Without having to talk about it, we both knew it would be best this way. Looking at her, we realized how little we knew about the mystery of death or of life. We didn't know who or what a cat was, really.

We didn't know from where she had come or to where she would go. Yet we knew that beneath our surface differences there is a oneness, a bond uniting all living creatures. We knew that soon this graceful, highly evolved body with its tiny, perfect eyes would return to the earth, never to fulfill its promises. We thought of how we would miss her innocence, her playful grace, her courage - and a wave of sadness swept over us. Yet, what must be must be. And it was all right to be as it was.

We placed her into her sleeping box atop some warm bottles coverd with cloth and settled into bed. Gently and slowly, the darkness begann to lower us into that unknown which we all go to each night. Through the growing silence there came a few indescribable sounds - long, low half-groans, half-meaows. We reached over and felt Miracles's temperature. It was dropping.

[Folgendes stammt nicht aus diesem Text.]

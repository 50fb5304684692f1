//! Coils known by their conductances and their water.
//!
//! A coil with air below freezing on it, or with water that stands still in it, can freeze and burst within minutes: a hard-wired
//! freezestat protects it, never a computed temperature. Wet surfaces and pans that do not drain grow mould. Local codes govern.

use moistair_core::process::coil::{
    self, Arrangement, CoilFlows, CoilSurface, CoilWater, Coolant, FlowExponents, LoadByWater, Measured, WaterCoil,
};
use moistair_core::{Conductance, HeatFlow, SpecificHeat};

use super::coil::{condensate, moistair_cooling};
use super::stream::moistair_stream;
use super::{celsius, finite, mass_flow};
use crate::memory::{Answer, answer, read};
use crate::status::{Failure, moistair_error};

/// Air and water against each other, as in coils of four rows and more.
pub const MOISTAIR_COUNTERFLOW: i32 = 0;
/// Air and water across each other, neither mixed; for coils that stay dry.
pub const MOISTAIR_CROSS_FLOW: i32 = 1;

/// The dry bulb of the leaving air was measured [°C].
pub const MOISTAIR_MEASURED_LEAVING_AIR: i32 = 0;
/// The temperature of the leaving water was measured [°C].
pub const MOISTAIR_MEASURED_LEAVING_WATER: i32 = 1;
/// The heat into the air was measured, negative where the coil cools [W].
pub const MOISTAIR_MEASURED_HEAT: i32 = 2;

/// A coil by its conductances at the flows at hand.
#[repr(C)]
#[derive(Clone, Copy, Debug)]
pub struct moistair_coil_surface {
    /// From air to metal with the fins' efficiency, for sensible heat [W/K].
    pub air_side: f64,
    /// From metal to water [W/K].
    pub water_side: f64,
    /// MOISTAIR_COUNTERFLOW or MOISTAIR_CROSS_FLOW.
    pub arrangement: i32,
    /// 0.
    pub reserved: i32,
}

/// The water, or brine, that enters a coil.
#[repr(C)]
#[derive(Clone, Copy, Debug)]
pub struct moistair_coil_water {
    /// Its mass flow [kg/s].
    pub flow: f64,
    /// Its temperature [°C]: 0 to 200, and from -40 for a brine.
    pub entering: f64,
    /// 0 for water; of a brine that does not freeze, 500 to 6000 [J/(kg K)].
    pub specific_heat: f64,
}

/// What a coil with water in it did.
#[repr(C)]
#[derive(Clone, Copy, Debug)]
pub struct moistair_water_coil {
    /// The air side. A coil that heats has a negative cooling load.
    pub air: moistair_cooling,
    /// Temperature of the water that leaves; it takes up the heat that air.exchange takes out [°C].
    pub leaving_water: f64,
    /// Share of the surface on which nothing condenses [1].
    pub dry_fraction: f64,
    /// The coldest metal, at one end of the coil [°C].
    pub coldest_surface: f64,
    /// 1 if the coldest metal is below the melting temperature and there is water in it; else 0. No freezestat.
    pub freezing: i32,
    /// 0.
    pub reserved: i32,
}

/// What flows through a coil.
#[repr(C)]
#[derive(Clone, Copy, Debug)]
pub struct moistair_coil_flows {
    /// Dry air [kg/s].
    pub air: f64,
    /// Water or brine [kg/s].
    pub water: f64,
}

/// How conductances go with flows: UA = UA0 (flow / flow0)^n on each side.
#[repr(C)]
#[derive(Clone, Copy, Debug)]
pub struct moistair_flow_exponents {
    /// n of the air side, 0 to 1; 0.4 to 0.7 with fins (common practice, no source) [1].
    pub air_side: f64,
    /// n of the water side, 0 to 1; 0.8 while the water is turbulent (Dittus and Boelter 1930; from memory) [1].
    pub water_side: f64,
}

/// What the water of a coil says of its load.
#[repr(C)]
#[derive(Clone, Copy, Debug)]
pub struct moistair_load_by_water {
    /// Heat that the water took up; negative in a coil that heats [W].
    pub load: f64,
    /// The load by the air less that by the water [W].
    pub air_less_water: f64,
}

impl From<LoadByWater> for moistair_load_by_water {
    fn from(found: LoadByWater) -> Self {
        Self { load: found.load.watts(), air_less_water: found.air_less_water.watts() }
    }
}

impl Answer for moistair_load_by_water {
    fn is_finite(&self) -> bool {
        finite([self.load, self.air_less_water])
    }
}

impl moistair_coil_flows {
    fn to_core(self) -> CoilFlows {
        CoilFlows { air: mass_flow(self.air), water: mass_flow(self.water) }
    }
}

impl From<WaterCoil> for moistair_water_coil {
    fn from(done: WaterCoil) -> Self {
        Self {
            air: done.air.into(),
            leaving_water: done.leaving_water.celsius(),
            dry_fraction: done.dry_fraction,
            coldest_surface: done.coldest_surface.celsius(),
            freezing: done.freezing.into(),
            reserved: 0,
        }
    }
}

impl Answer for moistair_water_coil {
    fn is_finite(&self) -> bool {
        self.air.is_finite() && finite([self.leaving_water, self.dry_fraction, self.coldest_surface])
    }
}

impl From<CoilSurface> for moistair_coil_surface {
    fn from(surface: CoilSurface) -> Self {
        Self {
            air_side: surface.air_side.watts_per_kelvin(),
            water_side: surface.water_side.watts_per_kelvin(),
            arrangement: surface.arrangement as i32,
            reserved: 0,
        }
    }
}

impl Answer for moistair_coil_surface {
    fn is_finite(&self) -> bool {
        finite([self.air_side, self.water_side])
    }
}

impl moistair_coil_surface {
    pub(super) fn to_core(self) -> Result<CoilSurface, Failure> {
        let conductance = Conductance::from_watts_per_kelvin;
        Ok(CoilSurface {
            air_side: conductance(self.air_side),
            water_side: conductance(self.water_side),
            arrangement: arrangement(self.arrangement)?,
        })
    }
}

impl moistair_coil_water {
    pub(super) fn to_core(self) -> CoilWater {
        let coolant = if self.specific_heat == 0.0 {
            Coolant::Water
        } else {
            Coolant::Brine(SpecificHeat::from_joules_per_kilogram_kelvin(self.specific_heat))
        };
        CoilWater { flow: mass_flow(self.flow), entering: celsius(self.entering), coolant }
    }
}

fn arrangement(selector: i32) -> Result<Arrangement, Failure> {
    match selector {
        MOISTAIR_COUNTERFLOW => Ok(Arrangement::Counterflow),
        MOISTAIR_CROSS_FLOW => Ok(Arrangement::CrossFlow),
        _ => Err(Failure::UnknownSelector(selector)),
    }
}

fn measured(selector: i32, value: f64) -> Result<Measured, Failure> {
    match selector {
        MOISTAIR_MEASURED_LEAVING_AIR => Ok(Measured::LeavingAir(celsius(value))),
        MOISTAIR_MEASURED_LEAVING_WATER => Ok(Measured::LeavingWater(celsius(value))),
        MOISTAIR_MEASURED_HEAT => Ok(Measured::Heat(HeatFlow::from_watts(value))),
        _ => Err(Failure::UnknownSelector(selector)),
    }
}

/// A coil from its conductances and the water that enters it: dry, wet or partly wet by effectiveness and number of transfer units. It
/// cools or heats, as the water is colder or warmer than the air; without water flow or conductance it changes nothing.
///
/// entering: the stream that enters; surface: the coil; water: what enters it; condensate: where the condensate temperature comes from,
/// MOISTAIR_CONDENSATE_AT_… (the apparatus is the mean surface that condenses); condensate_temperature: [°C], -40 to 150, read for
/// MOISTAIR_CONDENSATE_AT_GIVEN only; done: output; error: may be null.
/// Returns 0, 1xx, 2xx, 301 (water would freeze in the coil; a coil in cross-flow would get wet; the air would leave above the range).
#[unsafe(no_mangle)]
pub unsafe extern "C" fn moistair_coil_with_water(
    entering: *const moistair_stream,
    surface: *const moistair_coil_surface,
    water: *const moistair_coil_water,
    condensate: i32,
    condensate_temperature: f64,
    done: *mut moistair_water_coil,
    error: *mut moistair_error,
) -> i32 {
    let call = || {
        let condensate = self::condensate(condensate, condensate_temperature)?;
        // SAFETY: the caller's pointers.
        let (entering, surface, water) = unsafe { (read(entering)?.to_core()?, read(surface)?, read(water)?) };
        Ok(coil::with_water(&entering, surface.to_core()?, water.to_core(), condensate)?.into())
    };
    // SAFETY: the caller's pointers.
    unsafe { answer(done, error, call) }
}

/// The conductances of a coil that explain one measured point; moistair_coil_with_water then predicts others.
///
/// entering: the stream that enters; water: what enters the coil; measured: what the value is, MOISTAIR_MEASURED_…; value: [°C] or [W];
/// conductance_ratio: of the water side over the air side [1], 0.001 to 1000; arrangement: MOISTAIR_COUNTERFLOW or MOISTAIR_CROSS_FLOW;
/// surface: output; error: may be null.
/// Returns 0, 1xx, 2xx, 301 (no conductance explains the value: the limits are what no and endless surface would give).
#[unsafe(no_mangle)]
pub unsafe extern "C" fn moistair_coil_surface_from_rating(
    entering: *const moistair_stream,
    water: *const moistair_coil_water,
    measured: i32,
    value: f64,
    conductance_ratio: f64,
    arrangement: i32,
    surface: *mut moistair_coil_surface,
    error: *mut moistair_error,
) -> i32 {
    let call = || {
        let (measured, arrangement) = (self::measured(measured, value)?, self::arrangement(arrangement)?);
        // SAFETY: the caller's pointers.
        let (entering, water) = unsafe { (read(entering)?.to_core()?, read(water)?.to_core()) };
        Ok(coil::surface_from_rating(&entering, water, measured, conductance_ratio, arrangement)?.into())
    };
    // SAFETY: the caller's pointers.
    unsafe { answer(surface, error, call) }
}

/// The conductances of a coil at other flows than those that they were found at: within a few per cent down to half of them (common
/// practice, no source).
///
/// surface: the coil; found_at: the flows of that; flows: those that its conductances are wanted at; scaled: output; error: may be null.
/// Returns 0, 1xx, 2xx, 301 (a conductance beyond its range, as of one that was found without a flow).
#[unsafe(no_mangle)]
pub unsafe extern "C" fn moistair_coil_surface_at_flows(
    surface: *const moistair_coil_surface,
    found_at: moistair_coil_flows,
    flows: moistair_coil_flows,
    exponents: moistair_flow_exponents,
    scaled: *mut moistair_coil_surface,
    error: *mut moistair_error,
) -> i32 {
    let call = || {
        // SAFETY: the caller's pointer.
        let surface = unsafe { read(surface)?.to_core()? };
        let exponents = FlowExponents { air_side: exponents.air_side, water_side: exponents.water_side };
        Ok(surface.at_flows(found_at.to_core(), flows.to_core(), exponents)?.into())
    };
    // SAFETY: the caller's pointers.
    unsafe { answer(scaled, error, call) }
}

/// The load of a coil by its water, beside its load by the air. A steady coil gives the same on both sides.
///
/// entering: the stream that enters; load_by_air: positive where the coil cools [W]; water: what enters the coil; leaving_water: its
/// temperature where it leaves [°C]; found: output; error: may be null.
/// Returns 0, 1xx, 2xx.
#[unsafe(no_mangle)]
pub unsafe extern "C" fn moistair_coil_load_by_water(
    entering: *const moistair_stream,
    load_by_air: f64,
    water: *const moistair_coil_water,
    leaving_water: f64,
    found: *mut moistair_load_by_water,
    error: *mut moistair_error,
) -> i32 {
    let call = || {
        // SAFETY: the caller's pointers.
        let (entering, water) = unsafe { (read(entering)?.to_core()?, read(water)?.to_core()) };
        Ok(coil::load_by_water(&entering, HeatFlow::from_watts(load_by_air), water, celsius(leaving_water))?.into())
    };
    // SAFETY: the caller's pointers.
    unsafe { answer(found, error, call) }
}

const _: () = {
    assert!(size_of::<moistair_coil_flows>() == 16 && size_of::<moistair_flow_exponents>() == 16);
    assert!(size_of::<moistair_load_by_water>() == 16);
    assert!(size_of::<moistair_coil_surface>() == 24 && size_of::<moistair_coil_water>() == 24);
    assert!(size_of::<moistair_water_coil>() == 328 && core::mem::offset_of!(moistair_water_coil, freezing) == 320);
    assert!(Arrangement::Counterflow as i32 == MOISTAIR_COUNTERFLOW);
    assert!(Arrangement::CrossFlow as i32 == MOISTAIR_CROSS_FLOW);
};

Once, in the middle of the night, we awoke to hear another of the strange sounds, this one deeper, longer, with an air of finality.

The sunlight was streaming through the window when we awoke that morning, full of a fresh appreciation for the gift of living. We got up and looked into Miracle's box, knowing what we would find. She was indeed gone now. Her body was rigid and cold. Her eyes and mouth were open, frozen as if in surrender to some great force that had passed through her.

We found the right place to bury her, beneath a towering redwood on the edge of a nearby forest. we dug a small hole at the foot of the tree and then simply sat, silently.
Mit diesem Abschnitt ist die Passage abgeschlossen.